Between sessions, the body will maintain an active Telegram (or similar) channel for async coordination as needed.
Composition and Selection Methodology
This body will consist of the following composition, with suggested seat counts in parentheses:
- Current and/or former Working Group Stewards (2)
- Delegates (3)
- ENS Labs (2)
- The MetaGov Research Team (facilitation role)
Within the context of this retrospective, a standard election process is not appropriate, given that two seats are fixed by design (ENS Labs and the MetaGov research team), so a different confirmation path is needed.
This delegation is strictly bounded: the body is temporary, subject to delegate override via Snapshot, and reverts to the status quo if it fails to deliver.
My ask to the community is to allow ENS Labs, with input from the MetaGov research team, to assemble the representative body for this iteration. Contributors like myself acknowledge ENS Labs’ procedural seniority as the entity that created the ENS DAO—and respect that fact—while preserving flexibility for future iterations to evolve based on constituency input.
Therefore, this proposal asks the DAO to adopt an optimistic process whereby any Delegate, within a seven-day window, may propose an alternative advisory body composition via Snapshot. If no counterproposal passes, the original slate proceeds, providing a procedural escape hatch in case of objections.
The full slate will be published for community review and ratification in the formal proposal, and it will be subject to a DAO-wide vote.
Support from Subject-Matter Experts
The representative advisory body may stand up formal input channels to draw on the ‘wisdom of the crowd’ and other technical expertise. These contributors will not carry the responsibilities of the advisory body itself, but their input will inform the body as it carries out its responsibilities.
Relationship to Existing Proposals
This proposal is interdependent with other structural proposals already surfaced. It’s sequenced before the retrospective’s final report, and it presents the reform priorities before any structural proposal goes to a vote.

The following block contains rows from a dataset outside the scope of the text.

"""posterity: conjugate Bayesian encodings of categorical columns, in DataFusion.

    import datafusion, posterity
    ctx = datafusion.SessionContext()
    fns = posterity.register(ctx)          # every function, in SQL and as expressions
    ctx.sql("SELECT breed, beta_posterior(no_show) AS p FROM a GROUP BY breed")

    enc = posterity.encode(train_df, target="no_show", columns=["breed", "clinic"],
                           score=next_month_df)
    enc.train_encoded, enc.scored, enc.encodings["breed"], enc.bundle, enc.summary
    posterity.Bundle.load("encoded/").score(rows_df)

Results come back in the kind of table that went in: pandas for pandas, polars for
polars, pyarrow otherwise. Every refusal is a ``posterity.Error`` (a ``ValueError``)
whose message names the function, the argument and what is allowed.
"""

from __future__ import annotations

import atexit
import datetime
import json
import os
from types import SimpleNamespace
from typing import Any

import pyarrow as pa
import pyarrow.dataset  # noqa: F401 (pa.dataset.Dataset inputs)

from . import _posterity
from ._posterity import Error

# Input files read from decompressed or converted copies: removed when Python exits.
atexit.register(_posterity.remove_temporaries)

__all__ = ["Bundle", "Encoded", "Error", "doc", "encode", "engine_version", "functions",
           "register"]


def engine_version() -> str:
    """The DataFusion version posterity is built on."""
    return _posterity.engine_version()


def _documentation() -> dict[str, dict]:
    return {d["name"]: d for d in json.loads(_posterity.documentation())}


def doc(name: str) -> str:
    """The documentation of one function: description, syntax, arguments, example."""
    docs = _documentation()
    if name not in docs:
        raise Error(f"doc: no posterity function named '{name}' (see posterity.functions())")
    d = docs[name]
    arguments = "\n".join(f"  {a}: {text}" for a, text in d["arguments"])
    return (f"{d['syntax']}\n\n{d['description']}\n\nArguments:\n{arguments}\n\n"
            f"Example:\n  {d['example']}")


def functions() -> list[str]:
    """The names of every posterity function."""
    return sorted(_documentation())


def _check_engine() -> None:
    import datafusion

    installed = getattr(datafusion, "__version__", "unknown")
    built_on = engine_version()
    if installed.split(".")[0] != built_on.split(".")[0]:
        raise Error(
            f"posterity is built on DataFusion {built_on}; the installed datafusion package "
            f"is {installed}, built on another engine version, whose function interface "
            f"differs. Install datafusion {built_on.split('.')[0]}.x "
            f"(pip install 'datafusion>={built_on.split('.')[0]},<"
            f"{int(built_on.split('.')[0]) + 1}')")


def register(ctx) -> SimpleNamespace:
    """Register every posterity function on a ``datafusion.SessionContext``.

    Returns the functions by name, for the DataFrame API and windows:
    ``fns.beta_posterior(col("no_show"))``,
    ``fns.posterior_mean(col("p"))``,
    ``fns.beta_posterior(col("y")).over(Window(partition_by=[col("breed")]))``.
    Each carries its documentation (``help(fns.beta_posterior)``).

    One difference from posterity inside Rust: the planning rule that gives empty
    window frames and empty groups the call's own prior cannot travel through the
    engine's function interface. Give as-of windows a frame that holds rows, or
    COALESCE the result with the prior (README, "posterity from Python").
    """
    from datafusion import AggregateUDF, ScalarUDF, WindowUDF

    _check_engine()
    docs = _documentation()
    out = {}
    for f in _posterity.scalar_functions():
        udf = ScalarUDF.from_pycapsule(f)
        ctx.register_udf(udf)
        out[f.name] = udf
    for f in _posterity.aggregate_functions():
        udaf = AggregateUDF.from_pycapsule(f)
        ctx.register_udaf(udaf)
        out[f.name] = udaf
    for f in _posterity.window_functions():
        udwf = WindowUDF.from_pycapsule(f)
        ctx.register_udwf(udwf)
        out[f.name] = udwf
    _prepare_sql(ctx)
    for name, udf in out.items():
        if name in docs:
            try:
                udf.__doc__ = doc(name)
            except (AttributeError, TypeError):
                pass
    return SimpleNamespace(**out)


def _prepare_sql(ctx) -> None:
    """Prepare the SQL of ``ctx.sql`` and ``ctx.sql_with_options`` first. The engine drops
    OVER, FILTER, DISTINCT and ORDER BY written on a scalar function without a word, so
    ``posterior_mean(beta_posterior(y)) FILTER (WHERE c)`` would read every row; such a
    statement is refused with the clause named (a ``posterity.Error``). And the engine
    cannot ask a fit for its prior when a window frame is empty, so each windowed fit is
    written as ``COALESCE(fit, its prior)``."""
    if getattr(ctx, "_posterity_checks_sql", False):
        return
    try:
        for method in ("sql", "sql_with_options"):
            unchecked = getattr(ctx, method)

            def checked(query, *args, _unchecked=unchecked, **kwargs):
                if isinstance(query, str):
                    query = _posterity.prepare_sql(query)
                return _unchecked(query, *args, **kwargs)

            checked.__doc__ = unchecked.__doc__
            setattr(ctx, method, checked)
        ctx._posterity_checks_sql = True
    except (AttributeError, TypeError):
        pass  # a context that takes no attributes keeps the engine's own methods


# ------------------------------------------------------------------ tables

def _kind(data: Any) -> str:
    module = type(data).__module__.split(".")[0]
    if module == "pandas":
        return "pandas"
    if module == "polars":
        return "polars"
    return "arrow"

The advisory body therefore acts as a coordination backstop, refining and validating reforms before submission.
Its formal recommendation provides the legitimacy necessary before any structural changes are proposed.
Optimistic Timeline
| Date | Milestone |
|---|---|
| March 31 | Temp Check posted |
| April 7 | Temp Check closes (1 week) |
| April 7 | Social proposal to form the representative advisory body posted |
| April 12 | Snapshot vote closes (5 days) — advisory body formally approved |
| April 12 | Advisory body formation begins |
| April 26 | 2-week intensive concludes — outputs submitted to DAO |
| May 5 | MetaGov final report delivered |
To reiterate, the representative advisory body will formally submit the Advisory Framework and reform priorities for a DAO vote once MetaGov has published its final report.
Understandably, the findings will need time to be circulated and digested by the DAO; therefore, a cooling period is suggested, not extending beyond June 1.
Should the DAO exceed this deadline, it shall fall back to either the current Working Group structure and election cadence (as suggested here) OR any alternative proposal that gains sufficient backing in the form of a social vote.
Next Steps
This temp check gauges community will. If endorsed, a formal proposal follows with a full composition slate and operating mandate.